Participating in open source is a good way to improve the quality of personal code. The open source community is very demanding on code and design, unlike some internal projects that are relatively casual. For design, the Flink community has a dedicated flip mechanism, and any significant contribution will be discussed openly and carefully. For the code, Flink CTO personally wrote a 26 page code style guide [1]. In addition, after submitting PR, Flink CTO also received the review suggestions from the committers. Therefore, continuous contribution of code in the open source community has greatly improved personal system thinking ability and code ability.

3. Career planning

If you are preparing to change jobs or promote within the company, besides the existing title, the experience of participating in the open source community is definitely a bonus item, because the open source products are labeled with Internet Celebrities, and participating in them will help you improve your influence and get to know the big bulls in the same industry. Open source contribution not only can directly reflect your code ability, but also can prove your enthusiasm, perseverance and soft skills in communication and cooperation (because it requires you to continuously complete high-quality contributions, work with other members of the community, and maintain an open and friendly attitude when you intend to disagree, etc.).

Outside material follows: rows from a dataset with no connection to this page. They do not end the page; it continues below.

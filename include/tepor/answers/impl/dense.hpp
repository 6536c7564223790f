#pragma once
// Small dense matrices for compact models: products, LU, the matrix exponential, singular values by one-sided Jacobi.

#include <algorithm>
#include <cmath>
#include <tepor/base/numbers.hpp>
#include <utility>
#include <vector>

namespace tepor::detail {

/// Row by row.
struct Dense {
    std::size_t rows = 0;
    std::size_t cols = 0;
    std::vector<double> data;

    Dense() = default;
    Dense(std::size_t r, std::size_t c) : rows(r), cols(c), data(r * c, 0.0) {}
    double& operator()(std::size_t i, std::size_t j) { return data[i * cols + j]; }
    double operator()(std::size_t i, std::size_t j) const { return data[i * cols + j]; }

    [[nodiscard]] Dense block(std::size_t i0, std::size_t j0, std::size_t r, std::size_t c) const {
        Dense out(r, c);
        for (std::size_t i = 0; i < r; ++i)
            for (std::size_t j = 0; j < c; ++j) out(i, j) = (*this)(i0 + i, j0 + j);
        return out;
    }
};

inline Dense product(const Dense& a, const Dense& b) {
    Dense out(a.rows, b.cols);
    for (std::size_t i = 0; i < a.rows; ++i)
        for (std::size_t k = 0; k < a.cols; ++k) {
            const double f = a(i, k);
            for (std::size_t j = 0; j < b.cols; ++j) out(i, j) += f * b(k, j);
        }
    return out;
}
inline Dense transposed(const Dense& a) {
    Dense out(a.cols, a.rows);
    for (std::size_t i = 0; i < a.rows; ++i)
        for (std::size_t j = 0; j < a.cols; ++j) out(j, i) = a(i, j);
    return out;
}
/// a + factor b
inline Dense sum(Dense a, double factor, const Dense& b) {
    for (std::size_t i = 0; i < a.data.size(); ++i) a.data[i] += factor * b.data[i];
    return a;
}

/// A^-1 B by elimination with row pivots.
inline Dense solve(Dense A, Dense B) {
    const std::size_t n = A.rows;
    for (std::size_t k = 0; k < n; ++k) {
        std::size_t p = k;
        for (std::size_t i = k; i < n; ++i)
            if (std::abs(A(i, k)) > std::abs(A(p, k))) p = i;
        if (p != k) {
            for (std::size_t j = 0; j < n; ++j) std::swap(A(k, j), A(p, j));
            for (std::size_t j = 0; j < B.cols; ++j) std::swap(B(k, j), B(p, j));
        }
        for (std::size_t i = k + 1; i < n; ++i) {
            const double f = A(i, k) / A(k, k);
            if (f == 0.0) continue;
            for (std::size_t j = k; j < n; ++j) A(i, j) -= f * A(k, j);
            for (std::size_t j = 0; j < B.cols; ++j) B(i, j) -= f * B(k, j);
        }
    }
    for (std::size_t k = n; k-- > 0;)
        for (std::size_t j = 0; j < B.cols; ++j) {
            double s = B(k, j);
            for (std::size_t i = k + 1; i < n; ++i) s -= A(k, i) * B(i, j);
            B(k, j) = s / A(k, k);
        }
    return B;
}

/// e^A: the diagonal Pade approximant of degree 8 after scaling to a norm below 1/2, then squaring. Its relative error there
/// is below 1e-18. Source: Higham, Functions of Matrices (2008), section 10.3.
inline Dense exponential(Dense A) {
    const std::size_t n = A.rows;
    double norm = 0.0;
    for (std::size_t i = 0; i < n; ++i) {
        double row = 0.0;
        for (std::size_t j = 0; j < n; ++j) row += std::abs(A(i, j));
        norm = std::max(norm, row);
    }
    int squarings = 0;
    while (std::ldexp(norm, -squarings) > 0.5) ++squarings;
    for (double& v : A.data) v = std::ldexp(v, -squarings);
    Dense power(n, n);
    Dense even(n, n);
    Dense odd(n, n);
    for (std::size_t i = 0; i < n; ++i) power(i, i) = even(i, i) = 1.0;
    double c = 1.0;
    constexpr int degree = 8;
    for (int k = 1; k <= degree; ++k) {
        c *= static_cast<double>(degree - k + 1) / (static_cast<double>(2 * degree - k + 1) * k);
        power = product(power, A);
        Dense& to = k % 2 == 0 ? even : odd;
        to = sum(std::move(to), c, power);
    }
    Dense out = solve(sum(even, -1.0, odd), sum(even, 1.0, odd));
    for (int s = 0; s < squarings; ++s) out = product(out, out);
    return out;
}

/// A = U diag(s) V^T with s falling: one-sided Jacobi (Hestenes 1958), exact to rounding of every column's own size.
/// A is overwritten by U diag(s).
struct Singular {
    Dense U, V;
    std::vector<double> s;
};
inline Singular singular_values(Dense A) {
    const std::size_t m = A.rows;
    const std::size_t n = A.cols;
    A = transposed(A); // columns become rows: stride one
    Dense V(n, n);
    for (std::size_t i = 0; i < n; ++i) V(i, i) = 1.0;
    for (int sweep = 0; sweep < 60; ++sweep) {
        bool rotated = false;
        for (std::size_t p = 0; p + 1 < n; ++p)
            for (std::size_t q = p + 1; q < n; ++q) {
                double a = 0.0;
                double b = 0.0;
                double c = 0.0;
                for (std::size_t i = 0; i < m; ++i) {
                    a += A(p, i) * A(p, i);
                    b += A(q, i) * A(q, i);
                    c += A(p, i) * A(q, i);
                }
                if (std::abs(c) <= 1e-15 * std::sqrt(a * b) || c == 0.0) continue;
                rotated = true;
                const double zeta = (b - a) / (2.0 * c);
                const double t = (zeta >= 0.0 ? 1.0 : -1.0) / (std::abs(zeta) + std::sqrt(1.0 + zeta * zeta));
                const double cs = 1.0 / std::sqrt(1.0 + t * t);
                const double sn = cs * t;
                const auto turn = [&](Dense& M, std::size_t length) {
                    for (std::size_t i = 0; i < length; ++i) {
                        const double x = M(p, i);
                        const double y = M(q, i);
                        M(p, i) = cs * x - sn * y;
                        M(q, i) = sn * x + cs * y;
                    }
                };
                turn(A, m);
                turn(V, n);
            }
        if (!rotated) break;
    }
    Singular out;
    std::vector<std::pair<double, std::size_t>> order;
    for (std::size_t j = 0; j < n; ++j) {
        double a = 0.0;
        for (std::size_t i = 0; i < m; ++i) a += A(j, i) * A(j, i);
        order.emplace_back(-std::sqrt(a), j);
    }
    std::sort(order.begin(), order.end());
    out.U = Dense(m, n);
    out.V = Dense(n, n);
    for (std::size_t k = 0; k < n; ++k) {
        const std::size_t j = order[k].second;
        const double s = -order[k].first;
        out.s.push_back(s);
        for (std::size_t i = 0; i < m; ++i) out.U(i, k) = s > 0.0 ? A(j, i) / s : 0.0;
        for (std::size_t i = 0; i < n; ++i) out.V(i, k) = V(j, i);
    }
    return out;
}

} // namespace tepor::detail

How to become a contributor

1. Contribution path

Whatever the original intention, Flink is very welcome to build and improve the community together. Before we start the specific contribution steps, let’s briefly introduce several ways to participate in contribution, as well as some inherent impression of clarify about open source contribution.

Code! Flink contributor Quick Guide

When it comes to open source contributions, the intuitive response is to contribute code. However, in Flink community, there are many ways to participate in contribution, including documentation, translation, Q & A, testing, and code, and the community puts document contribution first and code contribution last. Because the attitude of the Apache community towards code contribution is Community Over CodeThe importance of Flink is not explained in person.

Code! Flink contributor Quick Guide

Why? Because the benign development of open-source projects does not simply rely on the crazy code, the source code of open-source projects without communities will always stay in the stage of “narcissism”. “I have an idea, this is my code” may be the worst way to contribute, because in the absence of any documents, the committers have to try to understand the intention of the contributors through the code. This kind of reverse derivation often consumes the extra time and energy of the committers and the contributors themselves, resulting in very high communication costs and longer code consolidation cycle.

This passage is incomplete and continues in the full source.